◆ **Supplied material**
= = =
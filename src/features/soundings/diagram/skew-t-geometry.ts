/**
 * The skew-T log-p transform: where a (pressure, temperature) pair sits on the diagram, and back.
 *
 * Definition (pixels, SVG y grows downward):
 *   y(p)    = top + height · (ln p − ln p_top) / (ln p_bottom − ln p_top)
 *   x(p, T) = left + (T − T_left) · width / (T_right − T_left) + skew · (top + height − y(p))
 * T_left and T_right are the temperatures at the left and right edges of the bottom axis;
 * `skew` is how many pixels an isotherm moves right per pixel it rises (1 → 45°).
 * Pure: no DOM, no React.
 */
export interface SkewTFrame {
  /** Plot area in SVG pixels. */
  left: number;
  top: number;
  width: number;
  height: number;
  /** Pressure at the bottom edge, hPa (e.g. 1050). */
  pressureBottomHpa: number;
  /** Pressure at the top edge, hPa (e.g. 100). */
  pressureTopHpa: number;
  /** Temperatures at the left and right ends of the bottom edge, °C. */
  temperatureLeftC: number;
  temperatureRightC: number;
  /** Horizontal pixels per vertical pixel of rise along an isotherm. */
  skew: number;
}

export interface Point {
  x: number;
  y: number;
}

export interface SkewT {
  frame: SkewTFrame;
  /** y of a pressure, px. */
  pressureToY: (pressureHpa: number) => number;
  /** Pressure at a y, hPa. */
  yToPressure: (y: number) => number;
  /** Diagram position of a pressure and temperature. */
  toPoint: (pressureHpa: number, temperatureC: number) => Point;
  /** Pressure and temperature at a diagram position (the inverse of toPoint). */
  fromPoint: (point: Point) => { pressureHpa: number; temperatureC: number };
}

/** Build the transform for a frame. */
export function skewT(frame: SkewTFrame): SkewT {
  const logTop = Math.log(frame.pressureTopHpa);
  const logSpan = Math.log(frame.pressureBottomHpa) - logTop;
  const pixelsPerKelvin = frame.width / (frame.temperatureRightC - frame.temperatureLeftC);
  const bottom = frame.top + frame.height;
  const pressureToY = (pressureHpa: number): number => frame.top + (frame.height * (Math.log(pressureHpa) - logTop)) / logSpan;
  const yToPressure = (y: number): number => Math.exp(logTop + ((y - frame.top) / frame.height) * logSpan);
  return {
    frame,
    pressureToY,
    yToPressure,
    toPoint: (pressureHpa, temperatureC) => {
      const y = pressureToY(pressureHpa);
      return { x: frame.left + (temperatureC - frame.temperatureLeftC) * pixelsPerKelvin + frame.skew * (bottom - y), y };
    },
    fromPoint: ({ x, y }) => ({
      pressureHpa: yToPressure(y),
      temperatureC: frame.temperatureLeftC + (x - frame.left - frame.skew * (bottom - y)) / pixelsPerKelvin,
    }),
  };
}

/** SVG path data through points; `null` entries break the line. */
export function pathThrough(points: readonly (Point | null)[]): string {
  let d = '';
  let pen = false;
  for (const point of points) {
    if (!point || !Number.isFinite(point.x) || !Number.isFinite(point.y)) {
      pen = false;
      continue;
    }
    d += `${pen ? 'L' : 'M'}${point.x.toFixed(1)},${point.y.toFixed(1)}`;
    pen = true;
  }
  return d;
}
= = =
◆ **Task requirements**
Copy the lines from the start of the data verbatim, stopping after the line containing "height − y(p))".

◆ **Final answer**
filename src/features/soundings/diagram/skew-t-geometry.ts
/**
 * The skew-T log-p transform: where a (pressure, temperature) pair sits on the diagram, and back.
 *
 * Definition (pixels, SVG y grows downward):
 *   y(p)    = top + height · (ln p − ln p_top) / (ln p_bottom − ln p_top)
 *   x(p, T) = left + (T − T_left) · width / (T_right − T_left) + skew · (top + height − y(p))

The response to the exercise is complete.